If possible, with a decent budget, purchase your own “in house” set of cymbals that bands could use for free. Not only will this be a good selling point to potential clients, it will unify your studio sound thus creating quality recordings every time.

Well-Rehearsed Drummer:

This last secret to recording a great drum sound is often the most overlooked. In my years as a touring musician and jumping from band to band, I have realized that finding a good drummer is just as hard as finding a good singer. Often times, drummers tend to play above their abilities when writing music with their bandmates. This attempt of appearing better than they truly are will ultimately be exposed in the studio when it is realized that, “Our drummer is really not that good.”

  • Off tempo
  • Unable to follow a click track
  • Not understanding the song’s structures
  • Sloppy drum playing

These are just a few things that come out in the studio with a band who are not properly prepared.

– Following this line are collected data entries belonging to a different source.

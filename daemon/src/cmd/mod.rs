//! `stiltd`'s subcommands, one module each: its clap `Args` struct and its `run`.
//!
//! To add a subcommand: a module here with `pub struct XArgs` (derive `clap::Args`) and
//! `pub fn run(&XArgs) -> ExitCode`, and one variant in `Command` below.
//! Exit codes: 0 success, 1 runtime failure, 2 bad usage or bad configuration.

use std::process::ExitCode;

use stilt_config::ConfigErrors;

pub mod check;
pub mod demo;
pub mod export;
pub mod hil;
pub mod report;
pub mod run;
pub mod tune;

/// Every `stiltd` subcommand.
#[derive(clap::Subcommand, Debug)]
pub enum Command {
    /// Validate a configuration file and print a summary of the stage it describes.
    Check(check::CheckArgs),
    /// Run the full pipeline on the built-in simulated stage (no hardware needed).
    Demo(demo::DemoArgs),
    /// Write recorded segments out as CSV.
    Export(export::ExportArgs),
    /// Summarise recorded runs: tilt statistics, spectra, Allan deviation, coupling, plots.
    Report(report::ReportArgs),
    /// Step-test one loop (simulated stage, or a leg or tilt axis through a running
    /// daemon), fit a model, propose gains and optionally apply them.
    Tune(tune::TuneArgs),
    /// Run the daemon on the serial instruments of a stage file (`[instruments]`).
    Run(run::RunArgs),
    /// Run the daemon against the hardware-in-the-loop simulator over real ptys.
    Hil(hil::HilArgs),
}

impl Command {
    /// Runs the subcommand.
    pub fn run(&self) -> ExitCode {
        match self {
            Command::Check(a) => check::run(a),
            Command::Demo(a) => demo::run(a),
            Command::Export(a) => export::run(a),
            Command::Report(a) => report::run(a),
            Command::Tune(a) => tune::run(a),
            Command::Run(a) => run::run(a),
            Command::Hil(a) => hil::run(a),
        }
    }
}

/// Prints configuration errors and returns exit code 2.
pub fn config_errors(e: &ConfigErrors) -> ExitCode {
    eprint!("{e}");
    ExitCode::from(2)
}

/// The single-threaded tokio runtime the subcommands run on, or exit code 1 after saying
/// why it could not be started.
pub fn current_thread_runtime() -> Result<tokio::runtime::Runtime, ExitCode> {
    tokio::runtime::Builder::new_current_thread()
        .enable_all()
        .build()
        .map_err(|e| {
            eprintln!("stiltd: cannot start the runtime: {e}");
            ExitCode::FAILURE
        })
}
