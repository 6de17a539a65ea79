//! `stiltd demo`: the full pipeline on the simulated stage, with a summary.

use std::io::IsTerminal;
use std::path::PathBuf;
use std::process::ExitCode;

use stilt_config::Config;

use super::config_errors;
use crate::demo::{self, DemoOptions, Speed};
use crate::record::{Recorder, RecorderOptions};
use crate::rows::{CountingSink, RowSink};

/// Arguments of `stiltd demo`.
#[derive(clap::Args, Debug)]
pub struct DemoArgs {
    /// A scenario of your own (TOML); default: the built-in basement breadboard.
    #[arg(long, short)]
    pub config: Option<PathBuf>,
    /// Simulated duration: `90m`, `6h`, `1.5d` …
    #[arg(long, default_value = "36h", value_parser = demo::parse_duration_s)]
    pub duration: f64,
    /// `max` (virtual time, as fast as the CPU allows) or a factor N (N× real time).
    #[arg(long, default_value = "max")]
    pub speed: Speed,
    /// Time after which the loop counts as settled: statistics are split there.
    #[arg(long, default_value = "6h", value_parser = demo::parse_duration_s)]
    pub settle: f64,
    /// Print the summary as one JSON object instead of a table.
    #[arg(long)]
    pub json: bool,
    /// Override the scenario's random seed.
    #[arg(long)]
    pub seed: Option<u64>,
    /// Folder for the recording (HDF5 segments); default: `runs` under the current folder.
    #[arg(long, default_value = "runs")]
    pub out: PathBuf,
    /// Do not record; only print the summary.
    #[arg(long)]
    pub no_record: bool,
}

/// Runs `stiltd demo`.
pub fn run(a: &DemoArgs) -> ExitCode {
    let cfg = match &a.config {
        Some(p) => match stilt_config::load_file(p) {
            Ok(c) => c,
            Err(e) => return config_errors(&e),
        },
        None => match stilt_config::load_str(stilt_config::DEMO_SCENARIO, "built-in demo scenario")
        {
            Ok(c) => c,
            Err(e) => return config_errors(&e),
        },
    };
    let out = (!a.no_record).then(|| a.out.clone());
    run_demo(cfg, a.duration, a.speed, a.settle, a.json, a.seed, out)
}

fn run_demo(
    mut cfg: Config,
    duration_s: f64,
    speed: Speed,
    settle_s: f64,
    json: bool,
    seed: Option<u64>,
    out: Option<PathBuf>,
) -> ExitCode {
    if let Some(s) = seed {
        cfg.simulation.seed = s;
    }
    let start_utc_ns = std::time::SystemTime::now()
        .duration_since(std::time::UNIX_EPOCH)
        .map_or(0, |d| d.as_nanos() as i64);
    let bar = progress_bar(duration_s);
    let progress: Option<Box<dyn FnMut(f64, f64) + Send>> = bar.clone().map(|b| {
        Box::new(move |done: f64, _total: f64| b.set_position(done as u64))
            as Box<dyn FnMut(f64, f64) + Send>
    });
    let opts = DemoOptions {
        duration_s,
        settle_s,
        speed,
        progress,
        start_utc_ns,
    };
    let sink: Box<dyn RowSink> = match out {
        None => Box::new(CountingSink::default()),
        Some(dir) => {
            let mut ro = RecorderOptions::from_config(&cfg);
            ro.dir = dir;
            ro.start_utc_ns = Some(start_utc_ns);
            // In virtual time nothing may be dropped: the sink waits for the disk instead.
            ro.blocking = matches!(speed, Speed::Max);
            if ro.blocking {
                ro.batch_rows = 4096;
            }
            match Recorder::start(&cfg, ro) {
                Ok((sink, handle)) => {
                    if !json {
                        eprintln!(
                            "stiltd: recording run {} into {}",
                            handle.run_id(),
                            handle.dir().display()
                        );
                    }
                    Box::new(sink)
                }
                Err(e) => {
                    eprintln!("stiltd: cannot start the recording: {e}");
                    return ExitCode::FAILURE;
                }
            }
        }
    };
    let rt = match super::current_thread_runtime() {
        Ok(rt) => rt,
        Err(code) => return code,
    };
    let result = rt.block_on(demo::run_demo(&cfg, sink, opts));
    if let Some(b) = bar {
        b.finish_and_clear();
    }
    match result {
        Ok(summary) => {
            if json {
                match serde_json::to_string_pretty(&summary) {
                    Ok(s) => println!("{s}"),
                    Err(e) => {
                        eprintln!("stiltd: cannot encode the summary: {e}");
                        return ExitCode::FAILURE;
                    }
                }
            } else {
                print!("{}", demo::render_table(&summary));
            }
            ExitCode::SUCCESS
        }
        Err(e) => {
            eprintln!("stiltd: demo failed: {e:#}");
            ExitCode::FAILURE
        }
    }
}

/// A progress bar on stderr in simulated seconds, only when stderr is a terminal.
fn progress_bar(total_s: f64) -> Option<indicatif::ProgressBar> {
    if !std::io::stderr().is_terminal() {
        return None;
    }
    let b = indicatif::ProgressBar::new(total_s as u64);
    b.set_draw_target(indicatif::ProgressDrawTarget::stderr());
    if let Ok(style) = indicatif::ProgressStyle::with_template(
        "{spinner} simulating [{bar:40}] {percent:>3}% ({elapsed} elapsed, about {eta} left)",
    ) {
        b.set_style(style.progress_chars("=> "));
    }
    Some(b)
}
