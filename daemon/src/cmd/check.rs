//! `stiltd check --config FILE`: validate a configuration and summarise the stage, and,
//! when it has `[instruments]`, each serial line (port and whether the port map gave it,
//! baud, character format, poll rate, timeout, retries) and the thermometer bus's units with
//! the legs and channels each reads.

use std::path::PathBuf;
use std::process::ExitCode;

use stilt_config::Config;

use super::config_errors;

/// Arguments of `stiltd check`.
#[derive(clap::Args, Debug)]
pub struct CheckArgs {
    /// The stage or scenario file (TOML).
    #[arg(long, short)]
    pub config: PathBuf,
}

/// Runs `stiltd check`.
pub fn run(args: &CheckArgs) -> ExitCode {
    check(&args.config)
}

fn check(path: &std::path::Path) -> ExitCode {
    match stilt_config::load_file(path) {
        Ok(cfg) => {
            print!("{}", summary(&cfg));
            println!("{}: OK", path.display());
            ExitCode::SUCCESS
        }
        Err(e) => config_errors(&e),
    }
}

/// A short human summary of a resolved stage.
pub fn summary(cfg: &Config) -> String {
    use std::fmt::Write;
    let mut o = String::new();
    let _ = writeln!(o, "stage: {}", cfg.stage_name);
    let _ = writeln!(o, "legs ({}):", cfg.legs.len());
    for l in &cfg.legs {
        let _ = writeln!(
            o,
            "  {:<8} at ({:+.3}, {:+.3}) m, {:.3} m of {} (α = {:.2e}/K → {:.2} µm/K), heater {} Ω ≤ {} W, thermometer ch {}",
            l.name,
            l.x_m,
            l.y_m,
            l.length_m,
            l.material.name,
            l.material.cte_per_k,
            l.expansion_m_per_k() * 1e6,
            l.heater_resistance_ohm,
            l.heater_max_power_w,
            l.thermometer_channel
        );
    }
    let t = &cfg.tiltmeter;
    let _ = writeln!(o, "tiltmeter: {} Hz, ±{} µrad", t.rate_hz, t.range_urad);
    let c = &cfg.control;
    let _ = writeln!(
        o,
        "control: {} Hz, mode {}, setpoint ({}, {}) µrad ramped at {} µrad/s, leg bias {} °C",
        c.rate_hz,
        c.mode,
        c.setpoint_urad[0],
        c.setpoint_urad[1],
        c.setpoint_ramp_urad_per_s,
        c.leg_bias_c
    );
    let _ = writeln!(
        o,
        "  tilt loop: Kp {} µrad/µrad, Ti {:?} s, Td {} s, output ±{} µrad",
        c.tilt_loop.kp, c.tilt_loop.ti_s, c.tilt_loop.td_s, c.tilt_output_limit_urad
    );
    let _ = writeln!(
        o,
        "  leg loop:  Kp {} W/K, Ti {:?} s, Td {} s, slew {:?} W/s",
        c.leg_loop.kp, c.leg_loop.ti_s, c.leg_loop.td_s, c.leg_loop.slew_per_s
    );
    let l = &cfg.limits;
    let _ = writeln!(
        o,
        "limits: leg ≤ {} °C, total power ≤ {} W, tilt within ±{} µrad",
        l.max_leg_temp_c, l.max_total_power_w, l.tilt_range_urad
    );
    let r = &cfg.recording;
    let _ = writeln!(
        o,
        "recording: {} into {}, flush every {} s, new segment every {} h or {} MiB",
        if r.enabled { "on" } else { "off" },
        r.dir.display(),
        r.flush_interval_s,
        r.segment_duration_h,
        r.segment_max_mib
    );
    let _ = writeln!(o, "network: {}", cfg.network.bind);
    if let Some(i) = &cfg.instruments {
        instruments(&mut o, cfg, i);
    }
    o
}

/// The `instruments:` part of the summary: each line's port (and where it came from), baud,
/// character format, poll rate, timeout and retries; the thermometer's units and legs.
fn instruments(o: &mut String, cfg: &Config, i: &stilt_config::Instruments) {
    use std::fmt::Write;
    match &i.port_map {
        Some(m) => {
            let _ = writeln!(o, "instruments (port map {}):", m.display());
        }
        None => {
            let _ = writeln!(o, "instruments:");
        }
    }
    let line = |o: &mut String, name: &str, l: &stilt_config::SerialLink, poll: Option<f64>| {
        let retries = match l.retries {
            1 => "1 retry".to_string(),
            n => format!("{n} retries"),
        };
        let _ = writeln!(
            o,
            "  {name:<12} {}{}, {} baud {}, {}timeout {} ms, {retries}",
            l.port,
            if l.port_from_map {
                " (from the port map)"
            } else {
                ""
            },
            l.baud,
            l.framing,
            poll.map_or(String::new(), |p| format!("poll {p} Hz, ")),
            l.timeout_ms,
        );
    };
    line(o, "tiltmeter", &i.tiltmeter.link, Some(i.tiltmeter.poll_hz));
    let th = &i.thermometer;
    line(o, "thermometer", &th.link, Some(th.poll_hz));
    let _ = writeln!(
        o,
        "    Modbus RTU, {} sensors, stale after {} s, {} unit(s):",
        th.sensor.as_str(),
        th.stale_after_s,
        th.units.len()
    );
    for u in &th.units {
        let legs: Vec<String> = cfg
            .legs
            .iter()
            .zip(&th.leg_units)
            .filter(|(_, lu)| *lu == u)
            .map(|(l, _)| format!("{} ch {}", l.name, l.thermometer_channel))
            .collect();
        let _ = writeln!(
            o,
            "    unit {u}{}: {}",
            if *u == th.unit { " (default)" } else { "" },
            legs.join(", ")
        );
    }
    line(o, "heater", &i.heater.link, None);
    let _ = writeln!(
        o,
        "    set every control tick ({} Hz), readback {}",
        cfg.control.rate_hz,
        if i.heater.readback {
            format!("on, tolerance {} W", i.heater.readback_tolerance_w)
        } else {
            "off".into()
        }
    );
}
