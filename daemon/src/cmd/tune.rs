//! `stiltd tune`: a step test (and optionally a relay test) of one loop on the simulated
//! stage, with the model fit and the tuning rules' proposals. The engine is
//! [`crate::tune`].

use std::io::IsTerminal;
use std::path::PathBuf;
use std::process::ExitCode;

use super::config_errors;
use crate::tune::{self, RelayOptions, StepOptions, Target};

/// Arguments of `stiltd tune`.
#[derive(clap::Args, Debug)]
pub struct TuneArgs {
    /// The loop: `tilt:x`, `tilt:y`, or `leg:NAME` / `leg:N` (1-based).
    #[arg(long = "loop", value_name = "LOOP", default_value = "tilt:x")]
    pub target: String,
    /// A scenario of your own (TOML); default: the built-in demo scenario.
    #[arg(long, short)]
    pub config: Option<PathBuf>,
    /// Step size in the plant's input unit (W for a leg, µrad of tilt correction for an
    /// axis); default: a quarter of the heater headroom, or 2 µrad. Checked against every limit.
    #[arg(long, allow_negative_numbers = true)]
    pub step: Option<f64>,
    /// Warm-up from a cold start before the baseline.
    #[arg(long, default_value = "3h", value_parser = crate::demo::parse_duration_s)]
    pub warmup: f64,
    /// Baseline before the step; default 30m for a leg, 10m for a tilt axis.
    #[arg(long, value_parser = crate::demo::parse_duration_s)]
    pub baseline: Option<f64>,
    /// Record after the step; default 3h for a leg, 30m for a tilt axis.
    #[arg(long, value_parser = crate::demo::parse_duration_s)]
    pub record: Option<f64>,
    /// Also run an Åström–Hägglund relay test (bounded amplitude) for Ku and Pu.
    #[arg(long)]
    pub relay: bool,
    /// Relay amplitude (input unit); default: the step size.
    #[arg(long)]
    pub relay_amplitude: Option<f64>,
    /// Relay hysteresis (output unit); default 3 mK for a leg, 0.05 µrad for tilt.
    #[arg(long)]
    pub relay_hysteresis: Option<f64>,
    /// Override the scenario's random seed.
    #[arg(long)]
    pub seed: Option<u64>,
    /// Print the result as one JSON object instead of a table.
    #[arg(long)]
    pub json: bool,
}

/// Runs `stiltd tune`.
pub fn run(a: &TuneArgs) -> ExitCode {
    let cfg = match &a.config {
        Some(p) => stilt_config::load_file(p),
        None => stilt_config::load_str(stilt_config::DEMO_SCENARIO, "built-in demo scenario"),
    };
    let mut cfg = match cfg {
        Ok(c) => c,
        Err(e) => return config_errors(&e),
    };
    if let Some(s) = a.seed {
        cfg.simulation.seed = s;
    }
    let target = match Target::parse(&a.target, &cfg) {
        Ok(t) => t,
        Err(e) => {
            eprintln!("stiltd tune: --loop: {e}");
            return ExitCode::from(2);
        }
    };
    let defaults = StepOptions::new(target);
    let opts = StepOptions {
        step: a.step,
        warmup_s: a.warmup,
        baseline_s: a.baseline.unwrap_or(defaults.baseline_s),
        record_s: a.record.unwrap_or(defaults.record_s),
        ..defaults
    };
    let bar = progress_bar("simulating");
    let mut progress = |done: f64, total: f64| {
        if let Some(b) = &bar {
            b.set_length(total as u64);
            b.set_position(done as u64);
        }
    };
    let rec = match tune::run_step_test(&cfg, &opts, &mut progress) {
        Ok(r) => r,
        Err(e) => {
            eprintln!("stiltd tune: {e}");
            return ExitCode::from(2);
        }
    };
    let relay = if a.relay {
        let ro = RelayOptions {
            amplitude: a.relay_amplitude.or(a.step),
            hysteresis: a.relay_hysteresis,
            ..RelayOptions::default()
        };
        match tune::run_relay_test(&cfg, target, a.warmup, &ro, &mut progress) {
            Ok(r) => Some(r),
            Err(e) => {
                eprintln!("stiltd tune: relay test: {e}");
                return ExitCode::from(2);
            }
        }
    } else {
        None
    };
    if let Some(b) = &bar {
        b.finish_and_clear();
    }
    let result = match tune::analyse(&cfg, &rec, relay.as_ref()) {
        Ok(r) => r,
        Err(e) => {
            eprintln!("stiltd tune: {e}");
            return ExitCode::FAILURE;
        }
    };
    if a.json {
        match serde_json::to_string_pretty(&result) {
            Ok(s) => println!("{s}"),
            Err(e) => {
                eprintln!("stiltd tune: cannot encode the result: {e}");
                return ExitCode::FAILURE;
            }
        }
    } else {
        print!("{}", tune::render(&result));
    }
    ExitCode::SUCCESS
}

/// A progress bar on stderr, only when stderr is a terminal; its length is set by the caller.
pub(crate) fn progress_bar(what: &str) -> Option<indicatif::ProgressBar> {
    if !std::io::stderr().is_terminal() {
        return None;
    }
    let b = indicatif::ProgressBar::new(1);
    b.set_draw_target(indicatif::ProgressDrawTarget::stderr());
    if let Ok(style) = indicatif::ProgressStyle::with_template(&format!(
        "{{spinner}} {what} [{{bar:40}}] {{percent:>3}}% ({{elapsed}} elapsed, about {{eta}} left)"
    )) {
        b.set_style(style.progress_chars("=> "));
    }
    Some(b)
}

If a band is paying you, it is your job to emphasize how important it is to be well rehearsed before you even hit the record button. They should know the songs in and out and play them exactly the same every time when in the studio.

On the other hand, if you have a drummer who is dedicated, rehearsed and understands the importance of a well-established back beat, you and the band will have the time of your lives in the studio. A well-rehearsed drummer, typically the first part of the recording process, will excite the band from the get-go and provide well established tracks for the other bandmates to lay down their parts. Thus, making it way easier and enjoyable when mixing the final product.

Critical elements such as timing will be easy to address when recording a prepared drummer. This will lead your focus more on creating a clean and large drum sound in the mixing part of the session. Drum samples will be easier to overlay within the track as well as time aligning the whole song together will be a breeze.

Practice, Practice, Practice

Conclusion:

Drums are undoubtedly the main driving force in creating and molding a song’s structure and need to be understood prior to hitting the record button. Drums are often thought of as the most difficult part of the recording process because of the many elements that come with a drum set. If you take the time to understand the concepts above though you will begin to understand how fun it can be to record drums. This is undoubtedly my favorite part of the recording process for me. Over the years I have come to love the anticipation of recording drums because I truly understand what needs to be accomplished prior to hitting that record button.